И к тому же Чейз сладкий. Может быть, он и кажется одним из тех, кто груб с девушкой и требует контроля, но он милый и внимательный. Все, что он сделал для меня, это защитил, и сейчас он старается сделать так, чтобы я чувствовала себя в безопасности и уютно.

Хотя влюбиться в Чейза опасно, должна себе напомнить, но я уже чувствую, что ничего не могу с собой поделать. Это уже началось. Как гром среди ясного неба или что-то вроде этого.

Он как неожиданный удар под дых.

Чейз съезжает с главной дороги на обдуваемую ветром просёлочную дорогу.
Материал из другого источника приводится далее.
export interface RunSocket {
  socket: number;
  /** The device in the socket (its history: /devices/units/:deviceId). */
  deviceId: string;
  serial: string;
  lotCode: string;
  accruedHours: number;
  tripped: boolean;
  tripReason: string | null;
  failedAtH: number | null;
  /** Power cycling only: credited and missed cycles and the junction swing (K) last reported. */
  cycles?: { done: number; missed: number; lastDTjLowC: number | null; lastDTjHighC: number | null };
}

export interface RunAuditEntry {
  id: string;
  at: string;
  actor: string;
  action: string;
  reason: string | null;
  details: Record<string, unknown>;
}

/** A tc run's count and its profile (shared/chamber/profile.ts). */
export interface RunChamberCycles {
  done: number;
  target: number;
  nextReadPointCycles: number | null;
  lowC: number;
  highC: number;
  dwellMin: number;
  rampKPerMin: number;
  periodMin: number;
  /** Where the counter stands in the cycle under way. */
  phase: 'to-hot' | 'hot' | 'to-cold' | 'cold' | null;
  /** Smallest load swing (K) of the counted cycles. */
  minSwingK: number | null;
  excursions: number;
}

/** A chamber's latest report and its recent profile (air and load), for the run page of an unbiased run. */
export interface RunChamberView {
  latest: { at: string; airC: number; loadC: number; setpointC: number; humidityPct: number | null; pressureKPa: number | null } | null;
  /** Recent reports, oldest first: chamber clock (min), air and load (°C). */
  profile: Array<{ clockMin: number; airC: number; loadC: number }>;
}

export interface RunDetail extends Run {
  /** Unbiased chamber runs only: the chamber's reports; null for socket runs. */
  chamber: RunChamberView | null;
  sockets: RunSocket[];
  audit: RunAuditEntry[];
  /** Sockets of the rig used by other runs on it now (not offered for loading). */
  socketsTaken: number[];
}

export const SOCKET_PROBLEMS = [
  'empty',
  'duplicate',
  'wrong-lot',
  'unknown-serial',
  'in-other-run',
  'socket-taken',
  'no-such-socket',
  'too-many',
] as const;
export type SocketProblem = (typeof SOCKET_PROBLEMS)[number];

export interface SocketFlag {
  socket: number;
  serial: string;
  problem: SocketProblem;
  /** Only 'empty' is informational; every other problem stops the map from being stored. */
  blocking: boolean;
  message: string;
}

export interface SocketLoadResult {
  /** False for a dry run or when a blocking flag refused the map. */
  stored: boolean;
  needed: number;
  loaded: number;
  flags: SocketFlag[];
  readyToStart: boolean;
  summary: string;
  run: RunDetail;
}

export interface ProposalOption {
  rigId: string;
  rigCode: string;
  rigName: string;
  online: boolean;
  start: string;
  end: string;
  durationH: number;
  spareSockets: number;
  /** Why it cannot start at the requested time (empty when it can). */
  delayReasons: string[];
  /** Clock hours past the request's due date at this option's end (0 when on time; null: no due date). */
  lateH: number | null;
}

export interface ProposalRefusal {
  rigId: string;
  rigCode: string;
  rigName: string;
  reasons: string[];
}

export interface ProposalResult {
  plan: RunPlanRef;
  sampleSize: number;
  durationH: number;
  /** Plan-check findings that block booking unless overridden. */
  blockingFindings: Array<{ code: string; title: string; explanation: string }>;
  /** Problems with the request itself (lots of another device type, too few devices). */
  problems: string[];
  options: ProposalOption[];
  refusals: ProposalRefusal[];
}
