/**
 * Storage (issue #24 item 6, storage half): bytes on disk per tier, a year's projection for a lab
 * of 200 rigs × 64 sockets at 1 Hz with the default windows, and chart reads across the tiers.
 * History is generated in SQL (generate_series), not through MQTT; its stored_at is set to its ts so
 * the API's upkeep does not rebuild its hours while the bench measures.
 *
 *   bytesPerSocketSample.raw        pg_total_relation_size (heap + indexes + TOAST) of a day partition
 *                                   of telemetry_batches holding only the generated rig's messages
 *                                   (one row per message with socket arrays), per socket sample
 *   bytesPerSocketSample.rowPerSample  the same samples in the layout before migration 1828… (a row
 *                                   per sample with its key, plus the message headers with their
 *                                   indexes), in scratch tables dropped afterwards
 *   bytesPerRow.minute / .hour      a day partition of telemetry_rollups (fillfactor 50, as live) and
 *                                   the growth of telemetry_hourly, per row
 *   bytesPerSocketHour              raw: 3,600 samples; minute: 60 rows; hour: 1 row
 *   projectedYear                   200 rigs × 64 sockets (+ the chamber series) at 1 Hz for a year in
 *                                   steady state: raw for rawKeepDays + 1 days (a day is dropped once
 *                                   wholly past the window), minute rollups for minuteKeepDays + 1
 *                                   days, a year of hourly rows, and the kept windows around
 *                                   EMBERLOT_BENCH_EVENTS_PER_RIG_DAY events per rig per day (no overlap
 *                                   assumed: an upper bound); target ≤ 1 TB
 *   chartQueryP95Ms                 GET /api/floor/rigs/BS-01/chart, 300 points, 3 sockets, over
 *                                   30 min (raw), 1 h (minute), 30 d and 1 y (hour); target < 300 ms
 */
import { DEMO_USERS } from '../../server/seed/demo-data';
import { KEEP_AROUND_MIN, MINUTE_KEEP_DAYS, RAW_KEEP_DAYS } from '../../shared/domain/telemetry-tiers';
import type { BenchEnv } from '../lib/environment';
import { getJson, percentile, round, signIn } from '../lib/http';
import { SETTINGS } from '../lib/settings';
import { timeRequests } from './analytics';
import { ROW_PER_SAMPLE_COLUMNS } from './ingest';

const DAY = 86_400_000;
const SOCKETS = 64;
const LAB = { rigs: 200, sockets: 64, hz: 1 };
const TB = 1e12;

export interface StorageResult {
  bytesPerSocketSample: { raw: number; rowPerSample: number; rowPerSampleSamplesOnly: number; denserBy: number };
  bytesPerRow: { rawMessage: number; minute: number; hour: number; kept: number };
  bytesPerSocketHour: { raw: number; minute: number; hour: number };
  projectedYear: {
    lab: string;
    windows: { rawKeepDays: number; minuteKeepDays: number; keepAroundMin: number; eventsPerRigDay: number };
    rawGB: number;
    minuteGB: number;
    hourGB: number;
    keptGB: number;
    totalTB: number;
    rowPerSampleRawGB: number;
    targetTB: number;
    met: boolean;
  };
  chartQueryP95Ms: Record<'30min' | '1h' | '30d' | '1y', number>;
  chartSources: Record<string, string>;
  generated: { messages: number; samples: number; minuteRows: number; hourRows: number; seconds: number };
}

const env = (name: string, d: number) => (process.env[name] ? Number(process.env[name]) : d);

export async function runStorage(b: BenchEnv, log: (l: string) => void): Promise<StorageResult> {
  const messages = env('EMBERLOT_BENCH_STORAGE_MESSAGES', 21_600); // 6 h of one rig at 1 Hz
  const eventsPerRigDay = env('EMBERLOT_BENCH_EVENTS_PER_RIG_DAY', 4);
  const q = async <T = Record<string, string>>(sql: string, params: unknown[] = []) => (await b.pool.query(sql, params)).rows as T[];
  const t0 = Date.now();
  const now = Date.now();
  const today = Math.floor(now / DAY) * DAY;
  const dayD = new Date(today - 5 * DAY); // inside the raw window, a day no other scenario writes
  const dayText = dayD.toISOString().slice(0, 10);
  const suffix = dayText.replace(/-/g, '');
  const [rig] = await q<{ id: string }>(
    `INSERT INTO rigs (code, name, location, socket_count, max_temp_c, max_voltage_v, mqtt_username, mqtt_secret_hash, credentials_issued_at, chamber_c, setpoint_c)
     VALUES ('BS-01', 'Storage bench rig', 'Bench bay S', $1, 200, 100, 'rig-bs-01', 'no-login', now(), 125, 125) RETURNING id`,
    [SOCKETS],
  );
  const rawMessages = (from: Date, count: number) =>
    q(
      `INSERT INTO telemetry_batches (rig_id, seq, ts, stress_clock_s, chamber_c, humidity_pct, setpoint_c, stored_at, socket, case_c, v_v, i_a, flags)
       SELECT $1, $2::bigint + g, $3::timestamptz + g * interval '1 second', g, 125 + 0.4 * sin(g / 97.0), NULL, 125,
              $3::timestamptz + g * interval '1 second',
              ARRAY(SELECT s::smallint FROM generate_series(0, $5::int - 1) s),
              ARRAY(SELECT (131 + s * 0.05 + 1.5 * sin(g / 211.0 + s))::real FROM generate_series(0, $5::int - 1) s),
              ARRAY(SELECT (20 + 0.01 * sin(g + s))::real FROM generate_series(0, $5::int - 1) s),
              ARRAY(SELECT 0.3 + s * 0.0005 + 0.002 * sin(g / 50.0) FROM generate_series(0, $5::int - 1) s),
              array_fill(1::smallint, ARRAY[$5::int])
       FROM generate_series(0, $4::int - 1) g`,
      [rig.id, from.getTime(), from, count, SOCKETS],
    );
  const minuteRows = (from: Date, minutes: number) =>
    q(
      `INSERT INTO telemetry_rollups (rig_id, socket, minute, n, sum_c, min_c, max_c, sum_ia, stress_clock_s)
       SELECT $1, s, $2::timestamptz + g * interval '1 minute', 60, 60 * (131 + s * 0.05 + sin(g / 37.0)), 130 + s * 0.05, 133 + s * 0.05, 18, g * 60
       FROM generate_series(0, $3::int - 1) g CROSS JOIN generate_series(-1, $4::int - 1) s
       ON CONFLICT DO NOTHING`,
      [rig.id, from, minutes, SOCKETS],
    );

  // 1. Raw: one rig's messages alone in day D's partition.
  await q(`SELECT telemetry_day_partition('telemetry_batches', $1::date), telemetry_day_partition('telemetry_rollups', $1::date)`, [
    dayText,
  ]);
  await rawMessages(dayD, messages);
  const rawPart = `telemetry_batches_p${suffix}`;
  const [raw] = await q<{ bytes: string; n: string }>(
    `SELECT pg_total_relation_size($1::regclass) AS bytes, (SELECT count(*) FROM ${rawPart}) AS n`,
    [rawPart],
  );
  const samples = Number(raw.n) * SOCKETS;
  const rawPerSample = Number(raw.bytes) / samples;

  // 2. The same samples a row each (the layout before migration 1828…), with the message headers.
  await q(`CREATE TABLE bench_row_per_sample ${ROW_PER_SAMPLE_COLUMNS}`);
  await q(
    `INSERT INTO bench_row_per_sample SELECT b.rig_id, b.seq, s.socket, s.case_c, s.v_v, s.i_a, (s.flags & 1) <> 0, (s.flags & 2) <> 0
     FROM ${rawPart} b CROSS JOIN LATERAL unnest(b.socket, b.case_c, b.v_v, b.i_a, b.flags) AS s(socket, case_c, v_v, i_a, flags)`,
  );
  await q(
    `CREATE TABLE bench_row_headers (rig_id uuid NOT NULL, seq bigint NOT NULL, ts timestamptz NOT NULL, stress_clock_s double precision NOT NULL,
       chamber_c real NOT NULL, humidity_pct real, setpoint_c real NOT NULL, stored_at timestamptz NOT NULL DEFAULT now(), PRIMARY KEY (rig_id, seq))`,
  );
  await q(`CREATE INDEX ON bench_row_headers (rig_id, ts)`);
  await q(`CREATE INDEX ON bench_row_headers (stored_at)`);
  await q(
    `INSERT INTO bench_row_headers SELECT rig_id, seq, ts, stress_clock_s, chamber_c, humidity_pct, setpoint_c, stored_at FROM ${rawPart}`,
  );
  const [rowForm] = await q<{ samples: string; headers: string }>(
    `SELECT pg_total_relation_size('bench_row_per_sample') AS samples, pg_total_relation_size('bench_row_headers') AS headers`,
  );
  await q(`DROP TABLE bench_row_per_sample, bench_row_headers`);
  const rowPerSample = (Number(rowForm.samples) + Number(rowForm.headers)) / samples;

  // 3. Minute rollups: a whole day D in its own partition.
  await minuteRows(dayD, 1440);
  const minutePart = `telemetry_rollups_p${suffix}`;
  const [minute] = await q<{ bytes: string; n: string }>(
    `SELECT pg_total_relation_size($1::regclass) AS bytes, (SELECT count(*) FROM ${minutePart}) AS n`,
    [minutePart],
  );
  const minutePerRow = Number(minute.bytes) / Number(minute.n);

  // 4. Hourly rollups: 366 days for the chart rig; the table's growth per row.
  const [h0] = await q<{ bytes: string; n: string }>(
    `SELECT pg_total_relation_size('telemetry_hourly') AS bytes, (SELECT count(*) FROM telemetry_hourly) AS n`,
  );
  const hourStart = Math.floor(now / 3_600_000) * 3_600_000;
  await q(
    `INSERT INTO telemetry_hourly (rig_id, socket, hour, n, sum_c, min_c, max_c, sum_ia, stress_clock_s)
     SELECT $1, s, $2::timestamptz - g * interval '1 hour', 3600, 3600 * (131 + s * 0.05 + sin(g / 37.0)), 130 + s * 0.05, 133 + s * 0.05, 1080, g * 3600
     FROM generate_series(1, 366 * 24) g CROSS JOIN generate_series(-1, $3::int - 1) s`,
    [rig.id, new Date(hourStart), SOCKETS],
  );
  const [h1] = await q<{ bytes: string; n: string }>(
    `SELECT pg_total_relation_size('telemetry_hourly') AS bytes, (SELECT count(*) FROM telemetry_hourly) AS n`,
  );
  const hourPerRow = (Number(h1.bytes) - Number(h0.bytes)) / (Number(h1.n) - Number(h0.n));

  // 5. Recent history for the short charts: the last hour raw, the last 2 days of minute rollups.
  await rawMessages(new Date(now - 3_600_000), 3600);
  await minuteRows(new Date(Math.floor(now / 60_000) * 60_000 - 2 * DAY), 2 * 1440);
  await q(`UPDATE rigs SET last_seq = (SELECT max(seq) FROM telemetry_batches WHERE rig_id = $1), last_seen_at = now() WHERE id = $1`, [
    rig.id,
  ]);
  await q('ANALYZE telemetry_batches, telemetry_rollups, telemetry_hourly');
  const generatedS = (Date.now() - t0) / 1000;
  log(
    `  generated ${messages + 3600} messages, ${(1440 + 2880) * (SOCKETS + 1)} minute rows, ${366 * 24 * (SOCKETS + 1)} hourly rows in ${generatedS.toFixed(1)} s`,
  );

  // 6. Charts across tiers.
  const mgr = DEMO_USERS.find((u) => u.role === 'manager')!;
  const cookie = await signIn(b.baseUrl, mgr.email, mgr.password);
  const spans = { '30min': 30 * 60_000, '1h': 3_600_000, '30d': 30 * DAY, '1y': 365 * DAY } as const;
  const p95: Record<string, number> = {};
  const sources: Record<string, string> = {};
  for (const [name, ms] of Object.entries(spans)) {
    const url = () =>
      `${b.baseUrl}/api/floor/rigs/BS-01/chart?from=${encodeURIComponent(new Date(now - ms).toISOString())}&to=${encodeURIComponent(new Date(now).toISOString())}&points=300&sockets=0,31,63`;
    const first = await getJson<{ source: string }>(url(), cookie);
    sources[name] = first.body.source;
    p95[name] = round(percentile(await timeRequests(SETTINGS.analytics.requests, url, cookie, SETTINGS.analytics.budgetS), 95), 1);
  }

  // 7. A year of the lab above, steady state, default windows.
  const perMessage = rawPerSample * SOCKETS;
  const series = LAB.sockets + 1; // + the chamber
  const rawB = LAB.rigs * 86_400 * LAB.hz * (RAW_KEEP_DAYS + 1) * perMessage;
  const minuteB = LAB.rigs * series * 1440 * (MINUTE_KEEP_DAYS + 1) * minutePerRow;
  const hourB = LAB.rigs * series * 8760 * hourPerRow;
  const keptB = LAB.rigs * eventsPerRigDay * 365 * (2 * KEEP_AROUND_MIN * 60 * LAB.hz + 1) * perMessage;
  const totalTB = (rawB + minuteB + hourB + keptB) / TB;
  const gb = (x: number) => round(x / 1e9, 1);
  return {
    bytesPerSocketSample: {
      raw: round(rawPerSample, 2),
      rowPerSample: round(rowPerSample, 1),
      rowPerSampleSamplesOnly: round(Number(rowForm.samples) / samples, 1),
      denserBy: round(rowPerSample / rawPerSample, 1),
    },
    bytesPerRow: {
      rawMessage: round(perMessage, 0),
      minute: round(minutePerRow, 1),
      hour: round(hourPerRow, 1),
      kept: round(perMessage, 0),
    },
    bytesPerSocketHour: { raw: round(3600 * rawPerSample, 0), minute: round(60 * minutePerRow, 0), hour: round(hourPerRow, 1) },
    projectedYear: {
      lab: `${LAB.rigs} rigs × ${LAB.sockets} sockets at ${LAB.hz} Hz`,
      windows: { rawKeepDays: RAW_KEEP_DAYS, minuteKeepDays: MINUTE_KEEP_DAYS, keepAroundMin: KEEP_AROUND_MIN, eventsPerRigDay },
      rawGB: gb(rawB),
      minuteGB: gb(minuteB),
      hourGB: gb(hourB),
      keptGB: gb(keptB),
      totalTB: round(totalTB, 3),
      rowPerSampleRawGB: gb(LAB.rigs * 86_400 * LAB.hz * (RAW_KEEP_DAYS + 1) * LAB.sockets * rowPerSample),
      targetTB: 1,
      met: totalTB <= 1,
    },
    chartQueryP95Ms: { '30min': p95['30min'], '1h': p95['1h'], '30d': p95['30d'], '1y': p95['1y'] },
    chartSources: sources,
    generated: {
      messages: messages + 3600,
      samples: (messages + 3600) * SOCKETS,
      minuteRows: (1440 + 2880) * (SOCKETS + 1),
      hourRows: 366 * 24 * (SOCKETS + 1),
      seconds: round(generatedS, 1),
    },
  };
}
Где он живет, спрашиваю я себя, когда дорога огибает огромных размеров озеро. При деньгах ли он? До сих пор живет с отцом? Конечно, только богатые могут позволить себе жить в таком милом районе, как этот.

Район кажется отдаленным, будто так и планировалось. Как будто каждое дерево, каждая скала и каждое растение были тщательно посажены в специальном месте, чтобы создать особенный вид, особенное чувство. Это так отличается от того места, где я живу, я привыкла к грязному бетону и граффити, покрывающим стены зданий. Воздух грязный, вокруг витиеватые ограждения и протоптанные тропинки.